:: Provided data

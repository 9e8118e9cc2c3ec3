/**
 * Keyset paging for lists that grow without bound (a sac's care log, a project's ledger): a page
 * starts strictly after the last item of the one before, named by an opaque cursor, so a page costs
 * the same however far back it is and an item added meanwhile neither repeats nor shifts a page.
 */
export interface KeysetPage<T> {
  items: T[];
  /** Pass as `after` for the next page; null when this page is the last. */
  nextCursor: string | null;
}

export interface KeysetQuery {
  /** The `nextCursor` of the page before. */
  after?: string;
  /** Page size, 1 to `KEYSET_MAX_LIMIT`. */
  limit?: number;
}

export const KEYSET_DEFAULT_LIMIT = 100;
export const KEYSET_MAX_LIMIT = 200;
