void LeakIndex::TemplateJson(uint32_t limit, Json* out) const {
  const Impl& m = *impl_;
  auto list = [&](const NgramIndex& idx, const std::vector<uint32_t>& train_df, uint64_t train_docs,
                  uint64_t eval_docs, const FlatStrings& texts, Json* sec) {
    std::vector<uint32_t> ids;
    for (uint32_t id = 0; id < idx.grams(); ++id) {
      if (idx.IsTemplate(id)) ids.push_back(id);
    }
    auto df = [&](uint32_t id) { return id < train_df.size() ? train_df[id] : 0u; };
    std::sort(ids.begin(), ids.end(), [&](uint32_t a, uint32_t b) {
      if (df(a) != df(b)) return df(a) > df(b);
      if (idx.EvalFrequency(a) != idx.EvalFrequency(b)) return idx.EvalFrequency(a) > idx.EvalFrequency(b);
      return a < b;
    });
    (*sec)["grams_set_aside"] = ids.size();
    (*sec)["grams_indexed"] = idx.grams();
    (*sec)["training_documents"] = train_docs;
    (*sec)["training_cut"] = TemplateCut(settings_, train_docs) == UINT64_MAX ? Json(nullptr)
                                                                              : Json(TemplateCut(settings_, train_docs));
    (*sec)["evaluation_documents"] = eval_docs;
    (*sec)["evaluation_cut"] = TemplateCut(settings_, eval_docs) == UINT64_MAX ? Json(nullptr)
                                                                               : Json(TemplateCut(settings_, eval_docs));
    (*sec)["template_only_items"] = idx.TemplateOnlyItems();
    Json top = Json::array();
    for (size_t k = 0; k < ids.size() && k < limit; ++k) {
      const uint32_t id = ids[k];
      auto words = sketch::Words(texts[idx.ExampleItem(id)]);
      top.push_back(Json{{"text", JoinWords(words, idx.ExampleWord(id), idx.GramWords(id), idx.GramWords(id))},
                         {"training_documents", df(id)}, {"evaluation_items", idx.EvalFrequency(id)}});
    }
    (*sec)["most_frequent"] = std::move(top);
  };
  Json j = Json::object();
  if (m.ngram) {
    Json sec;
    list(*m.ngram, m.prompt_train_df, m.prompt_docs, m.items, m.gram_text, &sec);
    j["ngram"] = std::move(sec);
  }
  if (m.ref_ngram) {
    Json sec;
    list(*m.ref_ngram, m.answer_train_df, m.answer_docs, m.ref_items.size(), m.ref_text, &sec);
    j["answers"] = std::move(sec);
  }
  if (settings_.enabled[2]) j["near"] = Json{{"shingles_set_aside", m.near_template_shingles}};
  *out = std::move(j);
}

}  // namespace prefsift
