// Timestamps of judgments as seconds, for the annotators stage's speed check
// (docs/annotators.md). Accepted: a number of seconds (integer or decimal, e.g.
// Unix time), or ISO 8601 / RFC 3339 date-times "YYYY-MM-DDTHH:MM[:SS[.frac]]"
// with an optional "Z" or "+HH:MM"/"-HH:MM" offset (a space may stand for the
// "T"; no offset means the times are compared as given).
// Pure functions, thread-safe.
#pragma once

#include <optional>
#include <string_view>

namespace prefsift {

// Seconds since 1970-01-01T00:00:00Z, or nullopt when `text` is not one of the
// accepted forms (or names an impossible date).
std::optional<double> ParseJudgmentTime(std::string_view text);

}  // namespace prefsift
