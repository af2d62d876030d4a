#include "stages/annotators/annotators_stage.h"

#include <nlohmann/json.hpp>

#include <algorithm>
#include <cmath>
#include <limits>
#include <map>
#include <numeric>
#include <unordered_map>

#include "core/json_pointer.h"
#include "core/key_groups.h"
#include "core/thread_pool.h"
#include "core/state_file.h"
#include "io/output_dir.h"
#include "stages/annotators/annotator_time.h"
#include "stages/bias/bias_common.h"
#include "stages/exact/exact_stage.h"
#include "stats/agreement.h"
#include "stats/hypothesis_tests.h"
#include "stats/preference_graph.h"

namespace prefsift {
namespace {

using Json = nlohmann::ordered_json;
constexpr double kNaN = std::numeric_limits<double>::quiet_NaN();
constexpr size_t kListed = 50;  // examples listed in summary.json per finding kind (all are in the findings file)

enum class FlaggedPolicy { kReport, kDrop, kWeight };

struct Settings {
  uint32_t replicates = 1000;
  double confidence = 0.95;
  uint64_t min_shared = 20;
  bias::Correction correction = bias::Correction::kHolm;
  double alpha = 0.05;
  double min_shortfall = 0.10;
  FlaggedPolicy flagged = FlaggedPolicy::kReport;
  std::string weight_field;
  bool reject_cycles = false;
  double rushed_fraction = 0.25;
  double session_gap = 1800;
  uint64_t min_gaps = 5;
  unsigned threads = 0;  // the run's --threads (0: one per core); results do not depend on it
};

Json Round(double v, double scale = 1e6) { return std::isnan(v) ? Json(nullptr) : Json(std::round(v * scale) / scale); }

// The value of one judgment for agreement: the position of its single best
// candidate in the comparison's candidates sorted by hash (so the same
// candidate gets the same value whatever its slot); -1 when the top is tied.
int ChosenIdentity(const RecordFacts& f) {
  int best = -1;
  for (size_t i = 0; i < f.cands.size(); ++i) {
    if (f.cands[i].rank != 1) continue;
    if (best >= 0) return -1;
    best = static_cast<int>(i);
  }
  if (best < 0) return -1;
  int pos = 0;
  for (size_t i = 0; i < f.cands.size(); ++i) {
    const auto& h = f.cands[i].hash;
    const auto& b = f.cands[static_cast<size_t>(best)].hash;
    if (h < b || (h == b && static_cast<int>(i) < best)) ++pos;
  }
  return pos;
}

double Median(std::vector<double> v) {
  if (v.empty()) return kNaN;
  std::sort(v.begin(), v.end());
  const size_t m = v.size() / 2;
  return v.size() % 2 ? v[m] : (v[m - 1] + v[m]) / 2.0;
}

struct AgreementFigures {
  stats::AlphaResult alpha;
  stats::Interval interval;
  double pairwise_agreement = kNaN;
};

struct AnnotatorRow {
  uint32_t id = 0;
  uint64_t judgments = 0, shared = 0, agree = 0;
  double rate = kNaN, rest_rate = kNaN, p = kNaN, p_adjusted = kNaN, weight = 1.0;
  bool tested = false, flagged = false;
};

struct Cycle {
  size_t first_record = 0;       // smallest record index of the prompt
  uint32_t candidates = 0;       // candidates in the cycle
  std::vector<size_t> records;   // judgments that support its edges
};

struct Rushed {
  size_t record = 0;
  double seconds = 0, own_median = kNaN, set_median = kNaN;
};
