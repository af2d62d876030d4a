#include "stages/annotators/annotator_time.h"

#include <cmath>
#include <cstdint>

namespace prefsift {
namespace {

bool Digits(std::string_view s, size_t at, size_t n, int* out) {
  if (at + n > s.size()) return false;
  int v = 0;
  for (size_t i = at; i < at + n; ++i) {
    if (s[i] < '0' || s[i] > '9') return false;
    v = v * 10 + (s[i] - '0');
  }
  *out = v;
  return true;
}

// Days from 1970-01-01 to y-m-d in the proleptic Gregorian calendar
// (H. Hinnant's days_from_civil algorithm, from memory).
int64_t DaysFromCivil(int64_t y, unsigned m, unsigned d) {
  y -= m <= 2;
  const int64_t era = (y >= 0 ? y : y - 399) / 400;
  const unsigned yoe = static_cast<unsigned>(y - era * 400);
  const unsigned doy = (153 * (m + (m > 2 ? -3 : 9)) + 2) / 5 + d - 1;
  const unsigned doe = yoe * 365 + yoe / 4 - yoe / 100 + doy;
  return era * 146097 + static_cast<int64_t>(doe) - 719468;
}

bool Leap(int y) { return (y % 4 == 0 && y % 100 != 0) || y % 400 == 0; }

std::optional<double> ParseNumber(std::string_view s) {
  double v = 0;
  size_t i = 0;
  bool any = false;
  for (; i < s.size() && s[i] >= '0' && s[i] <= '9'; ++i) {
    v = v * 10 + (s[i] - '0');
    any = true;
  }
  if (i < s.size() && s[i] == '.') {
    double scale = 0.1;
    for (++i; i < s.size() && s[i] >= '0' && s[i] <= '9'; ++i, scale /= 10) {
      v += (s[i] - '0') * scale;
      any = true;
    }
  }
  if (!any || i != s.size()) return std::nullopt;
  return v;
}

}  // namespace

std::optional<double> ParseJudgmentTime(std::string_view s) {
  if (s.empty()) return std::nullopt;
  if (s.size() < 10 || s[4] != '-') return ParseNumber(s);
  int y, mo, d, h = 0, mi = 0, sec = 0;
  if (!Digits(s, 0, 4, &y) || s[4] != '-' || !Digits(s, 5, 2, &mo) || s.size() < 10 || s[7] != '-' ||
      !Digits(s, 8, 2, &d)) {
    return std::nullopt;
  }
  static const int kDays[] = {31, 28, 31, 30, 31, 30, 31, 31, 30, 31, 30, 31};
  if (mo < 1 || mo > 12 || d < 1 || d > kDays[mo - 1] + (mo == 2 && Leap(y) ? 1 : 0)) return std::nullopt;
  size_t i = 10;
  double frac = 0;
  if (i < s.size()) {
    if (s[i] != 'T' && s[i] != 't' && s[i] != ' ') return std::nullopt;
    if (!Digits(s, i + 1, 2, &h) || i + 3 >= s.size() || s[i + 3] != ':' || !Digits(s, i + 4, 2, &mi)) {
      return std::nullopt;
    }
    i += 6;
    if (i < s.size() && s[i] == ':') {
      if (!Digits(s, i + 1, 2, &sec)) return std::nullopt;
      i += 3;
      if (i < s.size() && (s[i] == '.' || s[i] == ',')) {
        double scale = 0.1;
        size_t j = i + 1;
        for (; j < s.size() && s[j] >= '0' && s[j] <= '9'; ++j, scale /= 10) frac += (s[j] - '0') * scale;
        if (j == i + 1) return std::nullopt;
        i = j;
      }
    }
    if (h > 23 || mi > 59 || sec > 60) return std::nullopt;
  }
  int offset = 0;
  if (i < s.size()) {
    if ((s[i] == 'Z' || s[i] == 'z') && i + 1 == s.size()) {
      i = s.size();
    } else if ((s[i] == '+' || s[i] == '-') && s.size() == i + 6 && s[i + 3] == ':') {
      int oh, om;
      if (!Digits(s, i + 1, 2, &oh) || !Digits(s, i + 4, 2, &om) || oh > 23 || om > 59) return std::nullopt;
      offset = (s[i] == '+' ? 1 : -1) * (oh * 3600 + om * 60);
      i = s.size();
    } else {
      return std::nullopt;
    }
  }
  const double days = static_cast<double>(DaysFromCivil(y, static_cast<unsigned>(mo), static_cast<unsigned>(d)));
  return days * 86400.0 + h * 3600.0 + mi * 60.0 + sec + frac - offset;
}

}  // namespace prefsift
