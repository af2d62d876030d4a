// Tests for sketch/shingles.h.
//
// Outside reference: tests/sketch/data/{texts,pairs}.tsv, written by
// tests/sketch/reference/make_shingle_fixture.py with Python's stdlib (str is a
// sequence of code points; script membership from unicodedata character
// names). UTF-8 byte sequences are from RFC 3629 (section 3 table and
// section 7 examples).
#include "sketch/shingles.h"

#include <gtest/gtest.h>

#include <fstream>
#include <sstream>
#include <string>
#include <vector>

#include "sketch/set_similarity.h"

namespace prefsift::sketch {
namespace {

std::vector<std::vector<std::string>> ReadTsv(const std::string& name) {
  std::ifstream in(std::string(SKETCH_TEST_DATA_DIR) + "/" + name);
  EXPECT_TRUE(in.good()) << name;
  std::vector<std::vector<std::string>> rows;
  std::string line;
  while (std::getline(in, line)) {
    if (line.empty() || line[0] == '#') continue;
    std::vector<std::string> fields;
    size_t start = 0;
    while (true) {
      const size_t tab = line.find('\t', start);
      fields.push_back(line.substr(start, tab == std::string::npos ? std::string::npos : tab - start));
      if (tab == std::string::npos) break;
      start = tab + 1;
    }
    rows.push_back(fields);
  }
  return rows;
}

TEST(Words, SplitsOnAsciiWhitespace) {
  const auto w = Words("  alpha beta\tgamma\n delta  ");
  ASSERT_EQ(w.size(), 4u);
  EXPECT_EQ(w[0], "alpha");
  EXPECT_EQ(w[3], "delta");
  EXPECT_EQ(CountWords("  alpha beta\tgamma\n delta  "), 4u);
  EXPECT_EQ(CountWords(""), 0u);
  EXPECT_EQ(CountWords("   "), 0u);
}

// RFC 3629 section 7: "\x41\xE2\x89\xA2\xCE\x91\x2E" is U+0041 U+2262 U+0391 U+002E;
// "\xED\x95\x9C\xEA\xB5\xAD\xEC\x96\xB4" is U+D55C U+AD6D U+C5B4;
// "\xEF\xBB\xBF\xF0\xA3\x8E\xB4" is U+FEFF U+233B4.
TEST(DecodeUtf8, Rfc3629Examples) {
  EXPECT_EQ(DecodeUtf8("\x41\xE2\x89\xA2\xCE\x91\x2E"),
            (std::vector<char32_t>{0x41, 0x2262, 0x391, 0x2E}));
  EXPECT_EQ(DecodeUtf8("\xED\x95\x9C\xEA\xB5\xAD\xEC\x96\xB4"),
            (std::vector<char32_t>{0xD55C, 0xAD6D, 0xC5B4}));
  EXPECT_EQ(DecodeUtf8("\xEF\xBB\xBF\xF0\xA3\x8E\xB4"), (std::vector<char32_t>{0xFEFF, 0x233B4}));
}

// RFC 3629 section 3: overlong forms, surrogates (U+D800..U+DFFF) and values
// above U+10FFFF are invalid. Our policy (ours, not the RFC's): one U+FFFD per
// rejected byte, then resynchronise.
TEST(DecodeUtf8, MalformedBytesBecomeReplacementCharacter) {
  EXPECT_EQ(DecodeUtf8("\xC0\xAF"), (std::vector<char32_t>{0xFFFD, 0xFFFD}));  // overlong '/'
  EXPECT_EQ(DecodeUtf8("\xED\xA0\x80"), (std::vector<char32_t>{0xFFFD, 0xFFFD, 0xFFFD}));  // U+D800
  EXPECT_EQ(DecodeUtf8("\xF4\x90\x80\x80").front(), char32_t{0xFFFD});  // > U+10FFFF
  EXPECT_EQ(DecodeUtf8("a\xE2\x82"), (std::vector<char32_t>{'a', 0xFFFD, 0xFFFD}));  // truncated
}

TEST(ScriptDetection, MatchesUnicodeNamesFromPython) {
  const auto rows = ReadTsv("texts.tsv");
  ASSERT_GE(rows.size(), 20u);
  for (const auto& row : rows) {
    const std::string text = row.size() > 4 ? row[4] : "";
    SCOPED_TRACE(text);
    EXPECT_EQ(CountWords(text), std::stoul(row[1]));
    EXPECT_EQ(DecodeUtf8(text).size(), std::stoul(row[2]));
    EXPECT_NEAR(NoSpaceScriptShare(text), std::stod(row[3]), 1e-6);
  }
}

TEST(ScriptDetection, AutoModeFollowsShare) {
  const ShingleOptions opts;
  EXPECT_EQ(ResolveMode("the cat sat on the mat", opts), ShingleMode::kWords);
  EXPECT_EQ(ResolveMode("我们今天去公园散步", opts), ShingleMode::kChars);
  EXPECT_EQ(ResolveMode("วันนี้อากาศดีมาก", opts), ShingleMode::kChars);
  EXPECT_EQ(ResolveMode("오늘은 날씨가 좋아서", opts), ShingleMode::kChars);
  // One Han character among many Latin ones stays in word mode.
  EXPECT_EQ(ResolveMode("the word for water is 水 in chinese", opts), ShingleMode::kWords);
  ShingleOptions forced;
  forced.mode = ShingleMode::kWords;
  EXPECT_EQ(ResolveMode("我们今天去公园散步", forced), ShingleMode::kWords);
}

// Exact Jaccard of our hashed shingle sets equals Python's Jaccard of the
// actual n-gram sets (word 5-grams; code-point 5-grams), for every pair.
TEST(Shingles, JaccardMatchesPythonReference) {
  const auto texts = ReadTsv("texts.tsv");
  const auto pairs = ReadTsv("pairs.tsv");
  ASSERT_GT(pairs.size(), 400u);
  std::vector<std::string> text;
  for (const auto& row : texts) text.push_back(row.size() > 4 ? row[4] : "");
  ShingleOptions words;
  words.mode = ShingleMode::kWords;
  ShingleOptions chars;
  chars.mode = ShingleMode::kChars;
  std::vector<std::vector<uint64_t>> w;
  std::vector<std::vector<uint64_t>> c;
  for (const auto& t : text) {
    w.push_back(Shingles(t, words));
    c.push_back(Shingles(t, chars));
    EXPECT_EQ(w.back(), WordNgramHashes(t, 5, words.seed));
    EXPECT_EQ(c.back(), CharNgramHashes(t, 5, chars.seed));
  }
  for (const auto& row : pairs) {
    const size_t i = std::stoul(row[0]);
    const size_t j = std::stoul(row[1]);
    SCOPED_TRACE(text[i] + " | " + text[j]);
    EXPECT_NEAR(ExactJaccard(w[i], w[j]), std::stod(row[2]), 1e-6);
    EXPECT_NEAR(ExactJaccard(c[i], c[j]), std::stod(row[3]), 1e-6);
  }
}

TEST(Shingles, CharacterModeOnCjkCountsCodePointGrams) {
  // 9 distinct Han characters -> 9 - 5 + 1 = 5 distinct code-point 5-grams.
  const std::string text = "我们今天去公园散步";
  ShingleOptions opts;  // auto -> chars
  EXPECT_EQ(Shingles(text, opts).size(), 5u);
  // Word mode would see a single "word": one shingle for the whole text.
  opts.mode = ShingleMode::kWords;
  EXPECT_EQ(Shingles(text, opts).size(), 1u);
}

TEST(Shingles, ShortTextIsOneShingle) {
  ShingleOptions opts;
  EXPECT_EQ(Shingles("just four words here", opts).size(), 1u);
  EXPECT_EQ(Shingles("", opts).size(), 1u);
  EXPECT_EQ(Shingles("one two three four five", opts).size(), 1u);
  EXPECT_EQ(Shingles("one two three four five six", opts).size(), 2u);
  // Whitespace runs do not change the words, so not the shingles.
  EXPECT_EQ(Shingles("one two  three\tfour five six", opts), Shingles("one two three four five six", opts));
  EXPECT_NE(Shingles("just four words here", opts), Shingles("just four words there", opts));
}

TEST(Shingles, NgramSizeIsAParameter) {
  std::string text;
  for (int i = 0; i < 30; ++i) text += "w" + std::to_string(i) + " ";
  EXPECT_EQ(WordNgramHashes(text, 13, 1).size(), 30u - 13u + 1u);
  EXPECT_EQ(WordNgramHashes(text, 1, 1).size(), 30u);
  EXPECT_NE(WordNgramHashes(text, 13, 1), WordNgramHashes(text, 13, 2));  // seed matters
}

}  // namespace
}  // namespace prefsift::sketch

::::

» **Assignment**: Please return all lines from the records that hold the word "delta".

» **Task output**:
  const auto w = Words("  alpha beta\tgamma\n delta  ");
  EXPECT_EQ(w[3], "delta");
  EXPECT_EQ(CountWords("  alpha beta\tgamma\n delta  "), 4u);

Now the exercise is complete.